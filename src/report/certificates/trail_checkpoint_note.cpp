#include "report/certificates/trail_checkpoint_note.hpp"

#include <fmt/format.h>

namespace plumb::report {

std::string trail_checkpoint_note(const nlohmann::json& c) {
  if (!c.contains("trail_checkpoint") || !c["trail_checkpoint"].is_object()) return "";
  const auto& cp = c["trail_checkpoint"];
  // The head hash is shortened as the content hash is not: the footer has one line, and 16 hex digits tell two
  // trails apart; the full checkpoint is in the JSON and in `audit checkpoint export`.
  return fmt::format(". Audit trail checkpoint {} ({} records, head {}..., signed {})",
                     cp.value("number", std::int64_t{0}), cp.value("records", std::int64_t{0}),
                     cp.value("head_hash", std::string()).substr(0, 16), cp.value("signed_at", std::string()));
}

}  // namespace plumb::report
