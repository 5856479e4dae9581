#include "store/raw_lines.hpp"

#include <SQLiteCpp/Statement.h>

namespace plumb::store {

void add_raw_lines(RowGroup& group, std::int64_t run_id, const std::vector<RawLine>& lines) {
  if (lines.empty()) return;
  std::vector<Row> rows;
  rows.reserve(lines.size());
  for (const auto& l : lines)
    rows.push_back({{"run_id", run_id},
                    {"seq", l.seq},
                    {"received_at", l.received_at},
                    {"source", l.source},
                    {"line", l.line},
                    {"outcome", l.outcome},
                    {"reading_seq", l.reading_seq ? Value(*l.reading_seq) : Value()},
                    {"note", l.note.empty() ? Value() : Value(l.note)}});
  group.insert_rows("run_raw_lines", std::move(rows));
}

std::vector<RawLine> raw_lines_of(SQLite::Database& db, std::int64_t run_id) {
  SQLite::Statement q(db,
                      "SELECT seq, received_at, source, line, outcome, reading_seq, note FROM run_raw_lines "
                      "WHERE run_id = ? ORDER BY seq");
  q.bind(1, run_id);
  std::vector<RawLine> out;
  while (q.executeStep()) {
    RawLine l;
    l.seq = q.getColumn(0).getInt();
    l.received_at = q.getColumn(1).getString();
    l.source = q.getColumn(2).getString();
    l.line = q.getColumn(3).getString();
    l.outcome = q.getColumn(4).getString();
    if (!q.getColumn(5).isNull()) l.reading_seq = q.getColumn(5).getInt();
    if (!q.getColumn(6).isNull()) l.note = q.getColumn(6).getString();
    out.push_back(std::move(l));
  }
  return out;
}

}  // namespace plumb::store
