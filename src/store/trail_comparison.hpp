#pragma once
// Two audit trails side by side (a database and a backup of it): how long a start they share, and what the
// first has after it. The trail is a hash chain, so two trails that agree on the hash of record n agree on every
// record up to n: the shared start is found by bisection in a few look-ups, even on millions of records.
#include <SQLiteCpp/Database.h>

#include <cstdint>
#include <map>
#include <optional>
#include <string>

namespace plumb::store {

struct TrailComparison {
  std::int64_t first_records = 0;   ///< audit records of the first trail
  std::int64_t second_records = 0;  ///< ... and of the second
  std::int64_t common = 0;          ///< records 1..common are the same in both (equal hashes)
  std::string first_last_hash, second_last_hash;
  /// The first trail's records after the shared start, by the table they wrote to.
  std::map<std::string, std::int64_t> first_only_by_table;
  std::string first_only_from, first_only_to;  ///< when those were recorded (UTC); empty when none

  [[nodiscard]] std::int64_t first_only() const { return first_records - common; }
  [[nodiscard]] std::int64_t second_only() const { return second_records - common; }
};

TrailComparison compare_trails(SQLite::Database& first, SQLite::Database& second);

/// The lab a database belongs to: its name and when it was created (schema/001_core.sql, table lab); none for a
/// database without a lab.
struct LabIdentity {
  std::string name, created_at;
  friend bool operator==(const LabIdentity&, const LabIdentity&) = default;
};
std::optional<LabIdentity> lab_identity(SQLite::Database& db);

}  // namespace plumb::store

Work to be completed: In the listing above, please copy exactly the lines from the first through the one that contains "const auto& cp", and no others.

Written solution:
filename src/report/certificates/trail_checkpoint_note.cpp
#include "report/certificates/trail_checkpoint_note.hpp"

#include <fmt/format.h>

namespace plumb::report {

std::string trail_checkpoint_note(const nlohmann::json& c) {
  if (!c.contains("trail_checkpoint") || !c["trail_checkpoint"].is_object()) return "";
  const auto& cp = c["trail_checkpoint"];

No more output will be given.